I had this fabricated for my crane about 6 or 7 years ago. It dumps better in the dump trailer or my other dump trucks as we got reduced removable sides for Dingo loading of logs. It can easily handle over a half cord of wood or grindings or debris or whatever. We use it all the time esp. during firewood delivery.

Not pasting but I will post in next post.


----------



## treevet (Aug 19, 2010)

here it is I hope..

http://www.youtube.com/watch?v=S4P1EYT4s7c


----------



## John Paul Sanborn (Aug 20, 2010)

Blakesmaster said:


> That looks like it be the cat's ass for backyard crane work.



I'm sure you can get them designed so that a skid-steer and clam truck can handle them too.


----------



## M.D. Vaden (Aug 22, 2010)

vandiesel99 said:


> Looking for a good way to move stump grinding, firewood waste, raked debris. I thought I saw some sort of liftable debris tarp in the Sherrill Tree cataloguebut failed to find it recently. Anybody use one of these or could point me in the right direction? I found some for roofers thru searches, but are a lil pricey.

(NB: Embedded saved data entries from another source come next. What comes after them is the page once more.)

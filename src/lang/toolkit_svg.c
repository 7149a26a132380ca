/* svgplot(path, series, options): writes a self-contained SVG picture of
   one or more sequences against n or against 1/n (where extrapolation to
   n = infinity is the value at 0), with axes, tick labels and a legend. */
#include <errno.h>
#include <math.h>
#include <stdio.h>
#include <stdlib.h>
#include <string.h>
#include <sys/stat.h>
#include <unistd.h>

#include "arb_compat.h"
#include "builtins.h"
#include "util.h"

/* toolkit_numeric.c */
#include "scalar_arb.h"

#define SVG_W 720
#define SVG_H 440
#define SVG_LEFT 80    /* room for the y tick labels */
#define SVG_RIGHT 190  /* room for the legend */
#define SVG_TOP 20
#define SVG_BOTTOM 56  /* x tick labels and the axis name */
#define SVG_MAX_SERIES 64
#define SVG_MAX_POINTS 100000
#define SVG_MARKS_UPTO 200 /* beyond this many points, markers only clutter */

typedef struct {
    slong len;
    double *y;  /* owned */
    char *name; /* owned, plain text (escaped when written) */
} svg_series;

typedef struct {
    int inverse; /* x = 1/n instead of n */
    slong n0;    /* index n of the first item of every series */
    slong ns;
    svg_series *s; /* owned */
    double xlo, xhi, ylo, yhi, xstep, ystep;
} svg_plot;

static const char *const svg_colours[] = {"#1f5fbf", "#d2461e", "#2a9a3a", "#8a3fb0",
                                          "#c89200", "#17a2b8", "#b03060", "#555555"};

/* Prepares an empty plot; pairs with svg_plot_clear. */
static void svg_plot_init(svg_plot *P)
{
    memset(P, 0, sizeof *P);
    P->n0 = 1;
}

static void svg_plot_clear(svg_plot *P)
{
    for (slong i = 0; i < P->ns; i++) {
        free(P->s[i].y);
        free(P->s[i].name);
    }
    free(P->s);
}

/* Converts the numbers of list v (Q[pi] only) to doubles in S.
   Returns NULL or a new error message naming the bad item. */
static char *svg_series_read(svg_series *S, const value *v, slong which, const scalar_ring *R)
{
    if (v->len < 1 || v->len > SVG_MAX_POINTS)
        return xasprintf("series %ld has %ld items (1 to %d can be plotted)", (long)which, (long)v->len, SVG_MAX_POINTS);
    S->len = v->len;
    S->y = xcalloc((size_t)v->len, sizeof(double));
    arb_t t;
    arb_init(t);
    char *err = NULL;
    for (slong j = 0; j < v->len && !err; j++) {
        const value *it = v->items[j];
        if (it->kind != V_NUM || !scalar_is_pi_only(it->num, R)) {
            err = xasprintf("item %ld of series %ld is not a number in Q[pi]", (long)(j + 1), (long)which);
            break;
        }
        scalar_get_arb(t, it->num, R, 64);
        S->y[j] = arf_get_d(arb_midref(t), ARF_RND_NEAR);
        if (!isfinite(S->y[j]) || fabs(S->y[j]) > 1e300)
            err = xasprintf("item %ld of series %ld is too large to plot", (long)(j + 1), (long)which);
    }
    arb_clear(t);
    return err;
}

/* Reads the series argument: a list of numbers (one series) or a list of
   lists (several). Returns NULL or a new error message. */
static char *svg_read_series(svg_plot *P, const value *data, const scalar_ring *R)
{
    if (data->kind != V_LIST || data->len == 0)
        return xstrdup("expected a nonempty list of numbers, or a list of such lists");
    int nested = data->items[0]->kind == V_LIST;
    P->ns = nested ? data->len : 1;
    if (P->ns > SVG_MAX_SERIES)
        return xasprintf("at most %d series can be plotted together", SVG_MAX_SERIES);
    P->s = xcalloc((size_t)P->ns, sizeof(svg_series));
    for (slong i = 0; i < P->ns; i++) {
        const value *v = nested ? data->items[i] : data;
        if (v->kind != V_LIST)
            return xasprintf("item %ld is not a list (give either numbers or lists of numbers)", (long)(i + 1));
        P->s[i].name = xasprintf("series %ld", (long)(i + 1));
        char *err = svg_series_read(P->s + i, v, i + 1, R);
        if (err)
            return err;
    }
    return NULL;
}

/* Sets P->inverse from "index" or "inverse"; 0 on any other text. */
static int svg_read_axis(svg_plot *P, const value *v)
{
    if (v->kind != V_STR)
        return 0;
    P->inverse = strcmp(v->str, "inverse") == 0;
    return P->inverse || strcmp(v->str, "index") == 0;
}

/* Replaces the default names by the strings of list v (one per series). */
static char *svg_read_names(svg_plot *P, const value *v)
{
    if (v->kind != V_LIST || v->len != P->ns)
        return xasprintf("the names must be a list of %ld string%s, one per series", (long)P->ns, P->ns == 1 ? "" : "s");
    for (slong i = 0; i < P->ns; i++) {
        if (v->items[i]->kind != V_STR)
            return xasprintf("name %ld is not a string", (long)(i + 1));
        free(P->s[i].name);
        P->s[i].name = xstrdup(v->items[i]->str);
    }
    return NULL;
}

/* Reads the options: "index", "inverse", [axis, n0] or [axis, n0, names].
   Returns NULL or a new error message. */
static char *svg_read_options(svg_plot *P, const value *opt, const scalar_ring *R)
{
    const char *usage = "expected \"index\", \"inverse\", [\"index\" or \"inverse\", n0] or [axis, n0, [names]]";
    if (opt->kind == V_STR)
        return svg_read_axis(P, opt) ? NULL : xstrdup(usage);
    if (opt->kind != V_LIST || opt->len < 1 || opt->len > 3 || !svg_read_axis(P, opt->items[0]))
        return xstrdup(usage);
    if (opt->len >= 2
        && (opt->items[1]->kind != V_NUM || !scalar_get_slong(&P->n0, opt->items[1]->num, R)
            || P->n0 < -1000000000 || P->n0 > 1000000000))
        return xstrdup("n0 (the second option) must be an integer of at most 10^9 in size");
    if (P->inverse && P->n0 < 1)
        return xstrdup("against 1/n the first index n0 must be at least 1");
    return opt->len == 3 ? svg_read_names(P, opt->items[2]) : NULL;
}

/* The abscissa of item j (0-based) of a series. */
static double svg_x(const svg_plot *P, slong j)
{
    double n = (double)(P->n0 + j);
    return P->inverse ? 1.0 / n : n;
}

/* A step of 1, 2 or 5 times a power of ten giving about six ticks on [lo, hi]. */
static double svg_tick_step(double lo, double hi)
{
    double raw = (hi - lo) / 6.0, p = pow(10.0, floor(log10(raw))), m = raw / p;
    return (m < 1.5 ? 1.0 : m < 3.5 ? 2.0 : m < 7.5 ? 5.0 : 10.0) * p;
}

/* Widens [*lo, *hi] to whole tick steps (and to width > 0); sets *step. */
static void svg_axis_fit(double *lo, double *hi, double *step)
{
    if (!(*hi > *lo)) {
        double pad = fabs(*lo) > 0 ? fabs(*lo) * 0.05 : 1.0;
        *lo -= pad;
        *hi += pad;
    }
    *step = svg_tick_step(*lo, *hi);
    *lo = floor(*lo / *step) * *step;
    *hi = ceil(*hi / *step) * *step;
}

/* Sets the ranges of both axes; against 1/n the range includes 0, the limit. */
static void svg_ranges(svg_plot *P)
{
    P->xlo = P->ylo = INFINITY;
    P->xhi = P->yhi = -INFINITY;
    for (slong i = 0; i < P->ns; i++)
        for (slong j = 0; j < P->s[i].len; j++) {
            P->xlo = fmin(P->xlo, svg_x(P, j));
            P->xhi = fmax(P->xhi, svg_x(P, j));
            P->ylo = fmin(P->ylo, P->s[i].y[j]);
            P->yhi = fmax(P->yhi, P->s[i].y[j]);
        }
    if (P->inverse)
        P->xlo = 0.0;
    svg_axis_fit(&P->xlo, &P->xhi, &P->xstep);
    if (!P->inverse && P->xstep < 1.0) { /* indices are integers: no ticks between them */
        P->xstep = 1.0;
        P->xlo = floor(P->xlo);
        P->xhi = ceil(P->xhi);
    }
    svg_axis_fit(&P->ylo, &P->yhi, &P->ystep);
}

static double svg_px(const svg_plot *P, double x)
{
    return SVG_LEFT + (x - P->xlo) / (P->xhi - P->xlo) * (SVG_W - SVG_LEFT - SVG_RIGHT);
}

static double svg_py(const svg_plot *P, double y)
{
    return SVG_TOP + (P->yhi - y) / (P->yhi - P->ylo) * (SVG_H - SVG_TOP - SVG_BOTTOM);
}

/* Writes text with the five XML special characters escaped. */
static void svg_put_escaped(FILE *f, const char *s)
{
    for (; *s; s++)
        switch (*s) {
        case '&': fputs("&amp;", f); break;
        case '<': fputs("&lt;", f); break;
        case '>': fputs("&gt;", f); break;
        case '"': fputs("&quot;", f); break;
        case '\'': fputs("&apos;", f); break;
        default: fputc(*s, f);
        }
}

/* Writes the tick value v: as many decimals as the step needs, or
   scientific notation for very large or very fine scales. */
static void svg_put_tick(FILE *f, double v, double step)
{
    if (fabs(v) < step * 1e-9)
        v = 0.0;
    int dec = step >= 1.0 ? 0 : (int)ceil(-log10(step) - 1e-9);
    if (dec > 8 || fabs(v) >= 1e7)
        fprintf(f, "%.4e", v);
    else
        fprintf(f, "%.*f", dec, v);
}

/* Number of tick steps across an axis (the range is whole steps). */
static slong svg_steps(double lo, double hi, double step)
{
    return (slong)floor((hi - lo) / step + 0.5);
}

/* Writes the grid, the frame, the tick labels and the names of the axes. */
static void svg_write_axes(FILE *f, const svg_plot *P)
{
    double x0 = SVG_LEFT, x1 = SVG_W - SVG_RIGHT, y0 = SVG_TOP, y1 = SVG_H - SVG_BOTTOM;
    slong nx = svg_steps(P->xlo, P->xhi, P->xstep), ny = svg_steps(P->ylo, P->yhi, P->ystep);
    fprintf(f, "<g stroke=\"#dddddd\" stroke-width=\"1\">\n");
    for (slong k = 0; k <= nx; k++) {
        double px = svg_px(P, P->xlo + (double)k * P->xstep);
        fprintf(f, "<line x1=\"%.2f\" y1=\"%.2f\" x2=\"%.2f\" y2=\"%.2f\"/>\n", px, y0, px, y1);
    }
    for (slong k = 0; k <= ny; k++) {
        double py = svg_py(P, P->ylo + (double)k * P->ystep);
        fprintf(f, "<line x1=\"%.2f\" y1=\"%.2f\" x2=\"%.2f\" y2=\"%.2f\"/>\n", x0, py, x1, py);
    }
    fprintf(f, "</g>\n<rect x=\"%.2f\" y=\"%.2f\" width=\"%.2f\" height=\"%.2f\" fill=\"none\" stroke=\"black\"/>\n", x0,
            y0, x1 - x0, y1 - y0);
    fprintf(f, "<g fill=\"black\">\n");
    for (slong k = 0; k <= nx; k++) {
        double t = P->xlo + (double)k * P->xstep;
        fprintf(f, "<text x=\"%.2f\" y=\"%.2f\" text-anchor=\"middle\">", svg_px(P, t), y1 + 16);
        svg_put_tick(f, t, P->xstep);
        fprintf(f, "</text>\n");
    }
    for (slong k = 0; k <= ny; k++) {
        double t = P->ylo + (double)k * P->ystep;
        fprintf(f, "<text x=\"%.2f\" y=\"%.2f\" text-anchor=\"end\">", x0 - 6, svg_py(P, t) + 4);
        svg_put_tick(f, t, P->ystep);
        fprintf(f, "</text>\n");
    }
    fprintf(f, "<text x=\"%.2f\" y=\"%.2f\" text-anchor=\"middle\">%s</text>\n</g>\n", (x0 + x1) / 2, y1 + 40.0,
            P->inverse ? "1/n" : "n");
}

/* Writes series i as a polyline with markers, and its legend entry. */
static void svg_write_series(FILE *f, const svg_plot *P, slong i)
{
    const svg_series *S = P->s + i;
    const char *col = svg_colours[i % (slong)(sizeof svg_colours / sizeof svg_colours[0])];
    fprintf(f, "<polyline fill=\"none\" stroke=\"%s\" stroke-width=\"1.5\" points=\"", col);
    for (slong j = 0; j < S->len; j++)
        fprintf(f, "%s%.2f,%.2f", j ? " " : "", svg_px(P, svg_x(P, j)), svg_py(P, S->y[j]));
    fprintf(f, "\"/>\n");
    if (S->len <= SVG_MARKS_UPTO) {
        fprintf(f, "<g fill=\"%s\">\n", col);
        for (slong j = 0; j < S->len; j++)
            fprintf(f, "<circle cx=\"%.2f\" cy=\"%.2f\" r=\"2.5\"/>\n", svg_px(P, svg_x(P, j)), svg_py(P, S->y[j]));
        fprintf(f, "</g>\n");
    }
    double ly = SVG_TOP + 10 + 20.0 * (double)i;
    fprintf(f, "<rect x=\"%d\" y=\"%.2f\" width=\"18\" height=\"4\" fill=\"%s\"/>\n", SVG_W - SVG_RIGHT + 14, ly - 4,
            col);
    fprintf(f, "<text x=\"%d\" y=\"%.2f\">", SVG_W - SVG_RIGHT + 38, ly + 2);
    svg_put_escaped(f, S->name);
    fprintf(f, "</text>\n");
}

/* Writes the picture into the file tmp (errors name path, what the user asked
   for). Returns NULL or a new error message. */
static char *svg_write_file(const svg_plot *P, const char *tmp, const char *path)
{
    FILE *f = fopen(tmp, "w");
    if (!f)
        return xasprintf("cannot write '%s': %s", path, strerror(errno));
    fprintf(f, "<?xml version=\"1.0\" encoding=\"UTF-8\"?>\n");
    fprintf(f, "<svg xmlns=\"http://www.w3.org/2000/svg\" width=\"%d\" height=\"%d\" viewBox=\"0 0 %d %d\" "
               "font-family=\"sans-serif\" font-size=\"12\">\n", SVG_W, SVG_H, SVG_W, SVG_H);
    fprintf(f, "<rect x=\"0\" y=\"0\" width=\"%d\" height=\"%d\" fill=\"white\"/>\n", SVG_W, SVG_H);
    svg_write_axes(f, P);
    for (slong i = 0; i < P->ns; i++)
        svg_write_series(f, P, i);
    fprintf(f, "</svg>\n");
    int bad = ferror(f) ? (errno ? errno : EIO) : 0;
    if (fclose(f) != 0 && !bad)
        bad = errno;
    return bad ? xasprintf("error while writing '%s': %s", path, strerror(bad)) : NULL;
}

/* Writes the whole picture to path, through a temporary file renamed into
   place, so that a failed write leaves no half picture (a device or pipe is
   written in place). Returns NULL or a new error message. */
static char *svg_write(const svg_plot *P, const char *path)
{
    struct stat sb;
    if (stat(path, &sb) == 0 && !S_ISREG(sb.st_mode))
        return svg_write_file(P, path, path);
    char *tmp = xasprintf("%s.tmp-%ld", path, (long)getpid());
    char *err = svg_write_file(P, tmp, path);
    if (!err && rename(tmp, path) != 0)
        err = xasprintf("cannot write '%s': %s", path, strerror(errno));
    if (err)
        unlink(tmp);
    free(tmp);
    return err;
}

/* svgplot(path, series, options): see the top of the file; returns the path. */
value *toolkit_svgplot(interp *I, const node *call, value **args)
{
    if (args[0]->kind != V_STR || args[0]->str[0] == '\0')
        return builtin_fail_at(call, 0, "expected the name of the file to write, such as \"plot.svg\"");
    svg_plot P;
    svg_plot_init(&P);
    int at = 1; /* the argument an error belongs to */
    char *err = svg_read_series(&P, args[1], &I->ring);
    if (!err) {
        at = 2;
        err = svg_read_options(&P, args[2], &I->ring);
    }
    if (!err) {
        at = 0;
        svg_ranges(&P);
        err = svg_write(&P, args[0]->str);
    }
    svg_plot_clear(&P);
    if (err) {
        builtin_fail_at(call, at, err);
        free(err);
        return NULL;
    }
    return value_new_str(xstrdup(args[0]->str), &I->ring);
}
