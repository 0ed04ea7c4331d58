// HookRunner: runs the configured command once per alert change, with the
// alert's JSON on stdin, on a thread of its own.
//
// The command is an argv (no shell), started with posix_spawnp in a process
// group of its own. Its stdout and stderr go to the log, line by line. A run
// that has not ended after timeout_s is stopped: SIGTERM to its process
// group, SIGKILL two seconds later. submit() never blocks: a change beyond
// max_per_minute in any 60 s window, or beyond the queue's capacity, is
// dropped and counted.
//
// Failure: an exception that escapes a run is caught at the thread's entry
// (health::run_guarded), logged and counted; the hook is then marked failed
// (Counters::failed_error), its thread ends, and every later change is
// dropped and counted as a failure. lphid goes on, and `lphi status` lists
// the part "alert-hook".
//
// Thread safety: every public member may be called from any thread.
#pragma once

#include <atomic>
#include <chrono>
#include <condition_variable>
#include <cstdint>
#include <deque>
#include <mutex>
#include <string>
#include <thread>
#include <vector>

namespace lphi::alerts {

class HookRunner {
 public:
  struct Counters {
    std::uint64_t runs = 0;
    std::uint64_t failures = 0;   // did not start, exited non-zero, or died by a signal
    std::uint64_t timeouts = 0;   // stopped after timeout_s (also counted as failures)
    std::uint64_t rate_limited = 0;
    std::uint64_t queue_full = 0;
    std::string failed_error;     // non-empty: the hook's thread failed with this
  };

  HookRunner(std::vector<std::string> argv, double timeout_s, std::int64_t max_per_minute,
             std::size_t queue_capacity);
  HookRunner(const HookRunner&) = delete;
  HookRunner& operator=(const HookRunner&) = delete;
  // Stops the thread; a hook still running is stopped as on a timeout.
  ~HookRunner();

  void submit(std::string input);
  Counters counters() const;
  // True once the queue is empty and no run is in progress; false after timeout_s.
  bool wait_idle(double timeout_s);

 private:
  void run_loop();
  void serve();
  void run_one(const std::string& input);

  const std::vector<std::string> argv_;
  const std::chrono::milliseconds timeout_;
  const std::int64_t max_per_minute_;
  const std::size_t capacity_;

  mutable std::mutex mutex_;
  std::condition_variable wake_;
  std::condition_variable idle_;
  std::deque<std::string> queue_;
  std::deque<std::chrono::steady_clock::time_point> accepted_;  // within the last minute
  bool busy_ = false;
  bool stopping_ = false;
  std::atomic<bool> abort_{false};  // the destructor runs: stop a running hook now
  Counters counters_;
  std::thread thread_;
};

}  // namespace lphi::alerts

Liftable in what fashion? To be lifted by a machine, person, or group of people?

Do you like the tarp idea because they collapse small?


----------



## turnkey4099 (Aug 22, 2010)

Koa Man said:


> I use Rubbermaid Brute trash cans. If the stuff I load it with is too heavy to carry, I use a hand truck with air filled tires to move it. I don't like tarps, especially if it is even a little windy. Our normal trade winds are 15 mph. That will blow the tarp and all the leaves you put on it all over the place. Leaves won't fly out of a trash can, even in 30 mph winds.



Thanks for that. I was jsut thinking the other day while I was carring rake loads of straw/twigs out of a famers field that there had to be a better way. Rubbermade it is. Considered the tarp totes but didn't like the idea - too clumsy.

Harry K


----------



## colt044 (Aug 22, 2010)

go to your local sign company and get there old vinyl tearoffs. they give em to me for free way stronger than tarps and bigger, Ive got several 14x48. never lifted with a crane but Im sure you could make it work


----------